Because RefCell::new is a const fn.

So the question becomes "why is it a const fn?". There are two reasons. First, const functions can be used not only to directly initialize a const item, but also in const expressions and other const functions. It is desirable to have the const functions be as close as possible to ordinary Rust code in their capabilities, so that code and developer skills can be reused. But there is nothing wrong in creating a RefCell inside of a const block/const fn and using is just for temporary storage during evaluation! The case of assigning RefCell::new to a global const item becomes just a consequence of general rules. A bit of a degenerate case and likely undesirable, but that is a lint-level consideration, not an implementation issue warranting a compiler error.

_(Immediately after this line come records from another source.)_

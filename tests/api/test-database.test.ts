import pg from 'pg';
import { afterAll, beforeAll, expect, test } from 'vitest';
import { createTestDatabase, type TestDatabase } from '../setup/database';

let database: TestDatabase;
beforeAll(async () => {
  database = await createTestDatabase();
});
afterAll(async () => {
  await database.drop();
});

async function rows(url: string, sql: string): Promise<unknown[]> {
  const client = new pg.Client({ connectionString: url });
  await client.connect();
  try {
    return (await client.query<Record<string, unknown>>(sql)).rows;
  } finally {
    await client.end();
  }
}

test("the server's role can neither pass row security nor own or make anything", async () => {
  const role = await rows(
    database.appUrl,
    'SELECT rolsuper, rolbypassrls, rolcreatedb, rolcreaterole FROM pg_roles WHERE rolname = current_user',
  );
  expect(role).toEqual([{ rolsuper: false, rolbypassrls: false, rolcreatedb: false, rolcreaterole: false }]);
  const owned = await rows(
    database.adminUrl,
    "SELECT relname FROM pg_class JOIN pg_roles ON pg_roles.oid = relowner WHERE rolname = 'quarterturn_app'",
  );
  expect(owned).toEqual([]);
  await expect(rows(database.appUrl, 'CREATE TABLE mine (id integer)')).rejects.toThrow('permission denied');
});

test('pages of the database carry checksums and its text sorts by code point', async () => {
  const settings = await rows(
    database.appUrl,
    "SELECT current_setting('data_checksums') AS checksums, datcollate AS collate, pg_encoding_to_char(encoding) AS encoding FROM pg_database WHERE datname = current_database()",
  );
  expect(settings).toEqual([{ checksums: 'on', collate: 'C', encoding: 'UTF8' }]);
});

test('each test database is its own: dropping one leaves the other', async () => {
  const other = await createTestDatabase();
  await other.drop();
  await expect(rows(other.appUrl, 'SELECT 1')).rejects.toThrow('does not exist');
  expect(await rows(database.appUrl, 'SELECT 1 AS one')).toEqual([{ one: 1 }]);
});
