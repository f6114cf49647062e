/** Records a bounce that came back as mail: the letter is `bounced`, and an address that is dead gets no more. Read twice, recorded once. */
import type { Kysely } from 'kysely'
import { type Bounced, recordBounce } from '#db/queries/outbox.ts'
import type { Database } from '#db/schema.ts'
import { isDeadAddress } from './bounce.ts'
import { readDeliveryReport } from './delivery-report.ts'

export type BounceOutcome = Bounced | 'not-a-failure' | 'no-report'

/** Larger than any report that returns a letter of ours with its picture. */
export const LARGEST_REPORT_BYTES = 2_000_000

export async function recordDeliveryReport(
  db: Kysely<Database>,
  { source, nowMs }: { readonly source: Uint8Array; readonly nowMs: number },
): Promise<BounceOutcome> {
  if (source.byteLength > LARGEST_REPORT_BYTES) return 'no-report'
  const report = await readDeliveryReport(source)
  if (report.kind === 'no-report') return 'no-report'
  // RFC 3464 2.3.3: `delayed`, `relayed`, `delivered` and `expanded` are no failure; a failed 4.x.x was given up for now.
  const failed = report.recipients.find(({ action }) => action === 'failed')
  if (!failed) return 'not-a-failure'
  const error = `It came back from the recipient’s mail system (${failed.status}).`
  return recordBounce(db, {
    messageId: report.messageId,
    error,
    suppress: isDeadAddress(failed.status) ? { detail: error, atMs: nowMs } : null,
  })
}
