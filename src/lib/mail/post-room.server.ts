/** The local post room: where letters go while no mail server is configured, and how the development page reads them. */
import { readdir, readFile } from 'node:fs/promises'
import { join } from 'node:path'
import PostalMime from 'postal-mime'
import type { Config } from '#lib/config.server.ts'
import { withInlineImages } from './inline-images.ts'

export const postRoomFolder = (config: Config): string => join(config.dataDir, 'post-room')

/** Sorts by time of queuing; ends in the letter's id. */
export const postedName = (letter: { readonly queuedAtMs: number; readonly messageId: string }): string =>
  `${String(letter.queuedAtMs).padStart(15, '0')}-${letter.messageId.slice(1, letter.messageId.indexOf('@'))}`

export interface PostedLetter {
  /** File name without `.eml`. */
  readonly name: string
  readonly to: string
  readonly subject: string
  readonly date: string
  readonly text: string
  /** As received, with inline images put in by their content id. */
  readonly html: string
}

const NAME = /^[0-9]{15}-[0-9a-f-]{36}$/

/** Names of the letters, newest first. */
export async function listPosted(config: Config, limit: number): Promise<readonly string[]> {
  const names = await readdir(postRoomFolder(config)).catch(() => [] as string[])
  const letters = names.filter((name) => name.endsWith('.eml')).map((name) => name.slice(0, -'.eml'.length))
  return letters.sort().reverse().slice(0, limit)
}

/** One letter as its reader's program would take it apart; `null` when there is none of that name. */
export async function readPosted(config: Config, name: string): Promise<PostedLetter | null> {
  if (!NAME.test(name)) return null
  const source = await readFile(join(postRoomFolder(config), `${name}.eml`)).catch(() => null)
  if (!source) return null
  const mail = await PostalMime.parse(source, { attachmentEncoding: 'base64' })
  const images = mail.attachments.map(({ contentId, mimeType, content }) => ({
    contentId: (contentId ?? '').replace(/^<|>$/g, ''),
    contentType: mimeType,
    base64: String(content),
  }))
  return {
    name,
    to: mail.to?.map((to) => to.address).join(', ') ?? '',
    subject: mail.subject ?? '',
    date: mail.date ?? '',
    text: mail.text ?? '',
    html: withInlineImages(mail.html ?? '', images),
  }
}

The second reason is that it is very useful to create safe "immutable" static items with interior mutability:

static COUNTER: RefCell<u64> = RefCell::new(0);

fn count() {
    *COUNTER.borrow_mut() += 1;
}

This pattern is even more useful in multithreaded code, with a global state guarded by a Mutex. But the rules for expressions which can initialize statics are mostly the same as for initializers of consts, because a static must be similarly fully computable at compile time.

Caveat: Freeze does not indicate that a type exposes no shared mutability. It only indicates that a type does not have any UnsafeCell before indirection. Box<Mutex<_>> is Freeze.

6 Likes

thread_local! with const initializer tends to generate much more efficient code since it doesn't have to do lazy initialization. With proper tls-model it can even be as efficient as unsynchronized mutable statics.

2 Likes

What is the use case for having a const variable whose type is not Copy? Seems inherently fraught.

Having Mutex::new and Vec::new and HashMap::new being const is extremely helpful for initializing static variables.
And I have to stress that, It's not const variable, it's const item. You are not declaring a variable with const statement.